Stored data
----
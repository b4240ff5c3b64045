"use client";

import { Button } from "@/components/ui/button";
import { Select } from "@/components/ui/select";
import { TextInput } from "@/components/ui/text-input";
import type { Piece } from "@/lib/intake/answers";
import { PIECE_KIND_NAMES, PIECE_KINDS, PIECES_MAX } from "@/lib/intake/constants";

type Props = {
  id: string;
  pieces: Piece[];
  describedBy: string | undefined;
  onChange: (pieces: Piece[]) => void;
};

const NEW: Piece = { name: "", kind: "failed_part", quantity: "1", condition: "" };

/** What is in the box, a row for each piece. */
export function PiecesInput({ id, pieces, describedBy, onChange }: Props) {
  const set = (at: number, change: Partial<Piece>) =>
    onChange(pieces.map((piece, i) => (i === at ? { ...piece, ...change } : piece)));
  return (
    <div
      id={id}
      role="group"
      aria-label="Pieces in the box"
      aria-describedby={describedBy}
      tabIndex={-1}
      className="grid gap-2"
    >
      {pieces.map((piece, i) => (
        <div
          key={i}
          className="grid grid-cols-2 gap-2 lg:grid-cols-[minmax(0,2fr)_11rem_5rem_minmax(0,1fr)_auto]"
        >
          <TextInput
            aria-label={`Piece ${i + 1}, what it is`}
            placeholder="what it is"
            value={piece.name}
            onChange={(event) => set(i, { name: event.target.value })}
          />
          <Select
            aria-label={`Piece ${i + 1}, kind`}
            value={piece.kind}
            options={PIECE_KINDS.map((kind) => ({ value: kind, label: PIECE_KIND_NAMES[kind] }))}
            onChange={(event) => set(i, { kind: event.target.value })}
          />
          <TextInput
            aria-label={`Piece ${i + 1}, how many`}
            inputMode="numeric"
            value={piece.quantity}
            onChange={(event) => set(i, { quantity: event.target.value })}
          />
          <TextInput
            aria-label={`Piece ${i + 1}, condition`}
            placeholder="condition"
            value={piece.condition}
            onChange={(event) => set(i, { condition: event.target.value })}
          />
          <Button look="quiet" onClick={() => onChange(pieces.filter((_piece, at) => at !== i))}>
            Take out
          </Button>
        </div>
      ))}
      <p>
        <Button
          small
          onClick={() => onChange([...pieces, NEW])}
          disabled={pieces.length >= PIECES_MAX}
        >
          Add a piece
        </Button>
      </p>
    </div>
  );
}
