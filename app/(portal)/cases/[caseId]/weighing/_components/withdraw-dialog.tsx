"use client";

import { useState } from "react";
import { useActionForm } from "@/components/forms/use-action-form";
import { Button } from "@/components/ui/button";
import { Dialog } from "@/components/ui/dialog";
import { TextField } from "@/components/ui/labelled-fields";
import { MECHANISM_CODES } from "@/lib/mechanisms/constants";
import type { MechanismRow } from "@/lib/mechanisms/list-mechanisms";
import { withdraw } from "../actions";

/** Takes a mechanism off the list, with a reason. */
export function WithdrawDialog({ caseId, mechanism }: { caseId: string; mechanism: MechanismRow }) {
  const form = useActionForm<{ label: string }>();
  const [isOpen, setOpen] = useState(false);
  const name = MECHANISM_CODES[mechanism.content.code].toLowerCase();
  const id = `withdraw-${mechanism.recordId}`;
  return (
    <Dialog
      open={isOpen}
      onOpenChange={setOpen}
      title={`Withdraw ${name}?`}
      description="It leaves the list and stays in the history. Values cited from it block sign-off until they are taken out."
      trigger={
        <Button small look="quiet">
          Withdraw
        </Button>
      }
      footer={
        <>
          <Button onClick={() => setOpen(false)}>Keep it</Button>
          <Button type="submit" form={id} look="danger" disabled={form.isBusy}>
            Withdraw it
          </Button>
        </>
      }
    >
      <form
        id={id}
        onSubmit={(event) => {
          event.preventDefault();
          const reason = String(new FormData(event.currentTarget).get(`${id}-reason`) ?? "");
          form.send(
            () => withdraw({ caseId, recordId: mechanism.recordId, reason }),
            () => setOpen(false),
          );
        }}
      >
        <TextField
          name={`${id}-reason`}
          label="Why"
          required
          error={form.fields.reason ?? form.failure}
        />
      </form>
    </Dialog>
  );
}
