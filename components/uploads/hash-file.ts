import { createSHA256 } from "hash-wasm";
import { PART_SIZE_BYTES } from "@/lib/uploads/constants";

/** SHA-256 of a file in lower-case hexadecimal, read piece by piece so that any size fits in memory. */
export async function hashFile(file: Blob, signal: AbortSignal): Promise<string> {
  const hash = await createSHA256();
  hash.init();
  for (let at = 0; at < file.size; at += PART_SIZE_BYTES) {
    signal.throwIfAborted();
    hash.update(new Uint8Array(await file.slice(at, at + PART_SIZE_BYTES).arrayBuffer()));
  }
  return hash.digest("hex");
}

/** Of the first part only: tells whether a file that goes on is the one that was begun. */
export const hashFirstPart = (file: Blob, signal: AbortSignal) =>
  hashFile(file.slice(0, PART_SIZE_BYTES), signal);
----
(Directions)
Copy each entry exactly, leaving every line as it is.

(Output for this exercise)
repository b4240ff5c3b64045
"use client";

import { Button } from "@/components/ui/button";
import { Select } from "@/components/ui/select";
import { TextInput } from "@/components/ui/text-input";
import type { Piece } from "@/lib/intake/answers";
import { PIECE_KIND_NAMES, PIECE_KINDS, PIECES_MAX } from "@/lib/intake/constants";

type Props = {
  id: string;
  pieces: Piece[];
  describedBy: string | undefined;
  onChange: (pieces: Piece[]) => void;
};

const NEW: Piece = { name: "", kind: "failed_part", quantity: "1", condition: "" };

/** What is in the box, a row for each piece. */
export function PiecesInput({ id, pieces, describedBy, onChange }: Props) {
  const set = (at: number, change: Partial<Piece>) =>
    onChange(pieces.map((piece, i) => (i === at ? { ...piece, ...change } : piece)));
  return (
    <div
      id={id}
      role="group"
      aria-label="Pieces in the box"
      aria-describedby={describedBy}
      tabIndex={-1}
      className="grid gap-2"
    >
      {pieces.map((piece, i) => (
        <div
          key={i}
          className="grid grid-cols-2 gap-2 lg:grid-cols-[minmax(0,2fr)_11rem_5rem_minmax(0,1fr)_auto]"
        >
          <TextInput
            aria-label={`Piece ${i + 1}, what it is`}
            placeholder="what it is"
            value={piece.name}
            onChange={(event) => set(i, { name: event.target.value })}
          />
          <Select
            aria-label={`Piece ${i + 1}, kind`}
            value={piece.kind}
            options={PIECE_KINDS.map((kind) => ({ value: kind, label: PIECE_KIND_NAMES[kind] }))}
            onChange={(event) => set(i, { kind: event.target.value })}
          />
          <TextInput
            aria-label={`Piece ${i + 1}, how many`}
            inputMode="numeric"
            value={piece.quantity}
            onChange={(event) => set(i, { quantity: event.target.value })}
          />
          <TextInput
            aria-label={`Piece ${i + 1}, condition`}
            placeholder="condition"
            value={piece.condition}
            onChange={(event) => set(i, { condition: event.target.value })}
          />
          <Button look="quiet" onClick={() => onChange(pieces.filter((_piece, at) => at !== i))}>
            Take out
          </Button>
        </div>
      ))}
      <p>
        <Button
          small
          onClick={() => onChange([...pieces, NEW])}
          disabled={pieces.length >= PIECES_MAX}
        >
          Add a piece
        </Button>
      </p>
    </div>
  );
}
filename app/(portal)/cases/[caseId]/weighing/_components/withdraw-dialog.tsx
"use client";

import { useState } from "react";
import { useActionForm } from "@/components/forms/use-action-form";
import { Button } from "@/components/ui/button";
import { Dialog } from "@/components/ui/dialog";
import { TextField } from "@/components/ui/labelled-fields";
import { MECHANISM_CODES } from "@/lib/mechanisms/constants";
import type { MechanismRow } from "@/lib/mechanisms/list-mechanisms";
import { withdraw } from "../actions";

/** Takes a mechanism off the list, with a reason. */
export function WithdrawDialog({ caseId, mechanism }: { caseId: string; mechanism: MechanismRow }) {
  const form = useActionForm<{ label: string }>();
  const [isOpen, setOpen] = useState(false);
  const name = MECHANISM_CODES[mechanism.content.code].toLowerCase();
  const id = `withdraw-${mechanism.recordId}`;
  return (
    <Dialog
      open={isOpen}
      onOpenChange={setOpen}
      title={`Withdraw ${name}?`}
      description="It leaves the list and stays in the history. Values cited from it block sign-off until they are taken out."
      trigger={
        <Button small look="quiet">
          Withdraw
        </Button>
      }
      footer={
        <>
          <Button onClick={() => setOpen(false)}>Keep it</Button>
          <Button type="submit" form={id} look="danger" disabled={form.isBusy}>
            Withdraw it
          </Button>
        </>
      }
    >
      <form
        id={id}
        onSubmit={(event) => {
          event.preventDefault();
          const reason = String(new FormData(event.currentTarget).get(`${id}-reason`) ?? "");
          form.send(
            () => withdraw({ caseId, recordId: mechanism.recordId, reason }),
            () => setOpen(false),
          );
        }}
      >
        <TextField
          name={`${id}-reason`}
          label="Why"
          required
          error={form.fields.reason ?? form.failure}
        />
      </form>
    </Dialog>
  );
}
filename components/uploads/hash-file.ts
import { createSHA256 } from "hash-wasm";
import { PART_SIZE_BYTES } from "@/lib/uploads/constants";

/** SHA-256 of a file in lower-case hexadecimal, read piece by piece so that any size fits in memory. */
export async function hashFile(file: Blob, signal: AbortSignal): Promise<string> {
  const hash = await createSHA256();
  hash.init();
  for (let at = 0; at < file.size; at += PART_SIZE_BYTES) {
    signal.throwIfAborted();
    hash.update(new Uint8Array(await file.slice(at, at + PART_SIZE_BYTES).arrayBuffer()));
  }
  return hash.digest("hex");
}

/** Of the first part only: tells whether a file that goes on is the one that was begun. */
export const hashFirstPart = (file: Blob, signal: AbortSignal) =>
  hashFile(file.slice(0, PART_SIZE_BYTES), signal);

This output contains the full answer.